- Native to: Papua New Guinea
- Region: Sandaun Province
- Native speakers: 14,000 (2003)
- Language family: Torricelli WapeiOlo; ;
- Dialects: Payi (Pay); Wapi (Wape);

Language codes
- ISO 639-3: ong
- Glottolog: oloo1241
- ELP: Olo

= Olo language =

Torricelli language of Papua New Guinea

Olo (Orlei) is a non-Austronesian, Torricelli language of Papua New Guinea. The language is spoken in 55 villages, from the Aitape Township (north) to the Sandaun Province (south), and is at risk of going extinct. Olo is believed to be a Goal Oriented Activation language, meaning the speaker chooses their words with an idea of what they are trying to achieve with the listener in mind; this has been labeled as referential theory. Referential theory has been divided into four groupings, all of which come with disadvantages, recency, episodes, prominence, and memorial activation.

== Classification ==
Olo derives from the Torricelli language phylum and belongs to the Wapei family. The two dialects that are spoken are Payi (Pay) and Wapi (Wape). The dialect boundaries are not absolute and are based on the prominent differences in grammar. Despite the differences, they share dialect chaining.

==Phonology==

=== Consonants ===
The chart below includes the consonants used in the Olo language, /p, t, k, f, s, m, n, ŋ, w, y/. Three types of nasals are used when speaking this language, alveolar, bilabial, and velar. Alveolar nasals occur near the teeth, /n/, bilabial nasals occur at the base of the tongue in close proximity to the roof of the mouth towards the beginning of the throat, and velar nasals occur on the lips. A rule of Olo is that a velar nasal only happens before a velar stop.
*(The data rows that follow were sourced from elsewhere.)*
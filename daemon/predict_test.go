package daemon

import (
	"bytes"
	"encoding/json"
	"fmt"
	"io"
	"math"
	"net/http"
	"testing"
	"time"

	"lariat/config"
	"lariat/sink"
	"lariat/sink/natstest"
)

// TestPredict checks POST /v1/models/{name}/predict (the daemon's Predictor,
// on the published online.Model snapshot) against sink.Predict on the same
// published document, for a linear and a logistic model, with a missing
// channel and a channel the model does not know.
func TestPredict(t *testing.T) {
	tr := sparseTruth(8)
	lin := testModel("pred-lin", "test.pred.lin", config.LossSquared)
	logit := testModel("pred-log", "test.pred.log", config.LossLogistic)
	td := startDaemon(t, testConfig(t, lin, logit), withoutIdle())
	nc := connect(t, td.NATSURL())
	natstest.WaitFor(t, 10*time.Second, td.Ready)
	for _, m := range []config.Model{lin, logit} {
		for _, rec := range tr.records(1000, m.Logistic(), 11) {
			nc.Publish(m.Subject, rec)
		}
	}
	nc.Flush()
	body := []byte(`{"x":{"x00":0.5,"x01":-1,"x02":2,"x03":0.25,"x04":-0.5,"x05":1,"x06":0.1,"unknown":7}}`) // x07 missing
	xmap := map[string]float64{"x00": 0.5, "x01": -1, "x02": 2, "x03": 0.25, "x04": -0.5, "x05": 1, "x06": 0.1}
	for _, m := range []config.Model{lin, logit} {
		t.Run(m.Loss, func(t *testing.T) {
			natstest.WaitFor(t, 20*time.Second, func() error {
				doc, _, err := getDoc(td.Daemon, m.Name)
				if err != nil {
					return err
				}
				if doc.Records.Seen != 800 {
					return fmt.Errorf("seen %d", doc.Records.Seen)
				}
				got, err := postPredict(td.Daemon, m.Name, body)
				if err != nil {
					return err
				}
				if got.Version != doc.Version {
					return fmt.Errorf("versions %d and %d: retry", got.Version, doc.Version)
				}
				want, err := sink.Predict(doc, xmap)
				if err != nil {
					t.Fatal(err)
				}
				if math.Abs(got.Eta-want.Eta) > 1e-9*math.Max(1, math.Abs(want.Eta)) {
					t.Errorf("eta %v, sink.Predict says %v", got.Eta, want.Eta)
				}
				if len(got.Contributions) != len(doc.Coefficients) {
					t.Errorf("%d contributions for %d nonzero coefficients", len(got.Contributions), len(doc.Coefficients))
				}
				sum := doc.Intercept
				for _, c := range got.Contributions {
					sum += c
				}
				if math.Abs(sum-got.Eta) > 1e-9*math.Max(1, math.Abs(sum)) {
					t.Errorf("intercept + contributions = %v, eta %v", sum, got.Eta)
				}
				if (got.Probability != nil) != m.Logistic() || (m.Logistic() && (got.Threshold == nil || got.Positive == nil)) {
					t.Errorf("logistic fields: %+v", got)
				}
				return nil
			})
		})
	}
	// Errors: unknown model 404, bad body 400.
	for _, tc := range []struct {
		model, body string
		code        int
	}{
		{"nope", `{"x":{}}`, http.StatusNotFound},
		{"pred-lin", `{"x":{"x00":"a"}}`, http.StatusBadRequest},
		{"pred-lin", `{"x":`, http.StatusBadRequest},
	} {
		resp, err := http.Post("http://"+td.HTTPAddr()+"/v1/models/"+tc.model+"/predict", "application/json", bytes.NewReader([]byte(tc.body)))
		if err != nil {
			t.Fatal(err)
		}
		resp.Body.Close()
		if resp.StatusCode != tc.code {
			t.Errorf("%s %s: status %d, want %d", tc.model, tc.body, resp.StatusCode, tc.code)
		}
	}
}

func postPredict(d *Daemon, name string, body []byte) (*sink.Prediction, error) {
	resp, err := http.Post("http://"+d.HTTPAddr()+"/v1/models/"+name+"/predict", "application/json", bytes.NewReader(body))
	if err != nil {
		return nil, err
	}
	defer resp.Body.Close()
	b, _ := io.ReadAll(resp.Body)
	if resp.StatusCode != http.StatusOK {
		return nil, fmt.Errorf("predict %s: %s: %s", name, resp.Status, b)
	}
	var p sink.Prediction
	return &p, json.Unmarshal(b, &p)
}

// TestVersionsAcrossRestart runs the daemon twice on the same data
// directory: the second run's versions continue after the first's (read
// back from the key-value bucket).
func TestVersionsAcrossRestart(t *testing.T) {
	m := testModel("restart", "test.restart", config.LossSquared)
	cfg := testConfig(t, m)
	var last uint64
	for run := range 2 {
		td := startDaemon(t, cfg)
		nc := connect(t, td.NATSURL())
		natstest.WaitFor(t, 10*time.Second, td.Ready)
		for _, rec := range sparseTruth(4).records(600, false, uint64(run)) {
			nc.Publish(m.Subject, rec)
		}
		nc.Flush()
		var doc *sink.ModelDoc
		natstest.WaitFor(t, 10*time.Second, func() error {
			var err error
			doc, _, err = getDoc(td.Daemon, "restart")
			return err
		})
		if doc.Version <= last {
			t.Errorf("run %d: first version seen %d, not after the previous run's %d", run, doc.Version, last)
		}
		if err := td.stop(t); err != nil {
			t.Fatal(err)
		}
		final, _ := td.Store().Model("restart")
		last = final.Version
		nc.Close()
	}
}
Stops are not executed on the exhalation of breathe, making them weakly articulated.

Consonant Chart
|  | Labial | Alveolar | Velar |
|---|---|---|---|
| Nasal | m | n | ŋ |
| Stop | p | t | k |
| Fricative | f | s |  |
| Lateral |  | l |  |
| Liquid |  | r |  |
| Semivowel | w | j |  |

=== Vowels ===
According to phonology, Olo has seven vowels, but orthography acknowledges five, /ɪ/ and /ʊ/ are usually seen as "i" and "u".

Vowel Chart
|  | Front | Central | Back |
|---|---|---|---|
| High | i |  | u |
| Mid-high | ɪ |  | ʊ |
| Mid | ɛ |  | ɔ |
| Low |  | a |  |

== Morphology ==
Olo is classified as an SVO (subject, verb, object) language under normal circumstance, but in certain cases, the object can be fronted, the subject can continue on as a free noun, or there can be occurrences similar to passive tense in English.

=== Nominals ===
Nominal plural formatives include:

| gloss | singular | plural |
| ‘ear’ | mingi | mingim |
| ‘banana’ | tefa | tefas |
| ‘betelnut’ | mere | meri |
| ‘garden’ | liom | lipes |
| ‘coconut’ | wom | wefes |
| ‘boar’ | wasene | wasem |
| ‘wound’ | pam | pape |
| ‘seasoning’ | num | nus |
| ‘hand’ | eti | esi |
| ‘branch’ | uno | ine |
| ‘wing’ | naru | nare |
| ‘liver’ | pale | palu |

| gloss | singular | plural |
|---|---|---|
| ‘ear’ | mingi | mingim |
| ‘banana’ | tefa | tefas |
| ‘betelnut’ | mere | meri |
| ‘garden’ | liom | lipes |
| ‘coconut’ | wom | wefes |
| ‘boar’ | wasene | wasem |
| ‘wound’ | pam | pape |
| ‘seasoning’ | num | nus |
| ‘hand’ | eti | esi |
| ‘branch’ | uno | ine |
| ‘wing’ | naru | nare |
| ‘liver’ | pale | palu |

=== Verbs ===
Olo uses prefixes that attach to the verb serves as markers for the subjects and gives the listener information about the person, number and gender. The object's person, number, and gender is identified by the suffix or infix. There are three persons (first, second, and third), three numbers (singular, dual, and plural) and two genders (masculine, feminine).

====Subject prefix====

Subject Prefixes
| prefix | gloss | English equivalent |
|---|---|---|
| k- | first person singular | I |
| w- | first person dual | we two |
| m- | first person plural | we |
| o- | second person singular | you |
| y- | second person plural | you |
| l- | third person singular masculine | he |
| n- | third person singular female | she |
| t- | third person dual masculine | they two |
| m- | third person dual feminine | they two |
| p- | third person plural | they |

Verbs that begin with a vowel take the prefix. Verbs that start with /r/ and /l/ are the only verbs that begin with a consonant that can take on a verbal prefix.

==== Object infixes ====

Object Infixes
| prefix | English |
|---|---|
| -l- | him |
| -n- | her |
| -ut- | two males |
| -m- | two females |
| -p- | them |

==== Object suffixes ====
Suffixes, and some infixes, indicate first or second person objects and applies to all transitive verbs. When an infix is used to describe an object's first or second person, if the first syllable contains /a/ or /e/, it transforms into /ei/.

First and Second Suffixes
| suffix | gloss | English equivalent |
|---|---|---|
| -iki | first person singular | I |
| -uku | first person plural | us |
| -ye | second person singular | you |
| -ise | second person plural | you (all) |

There is a fundamental difference between -(w)o and -o; -o follows the vowel /i/ and -wo follows in all other scenarios.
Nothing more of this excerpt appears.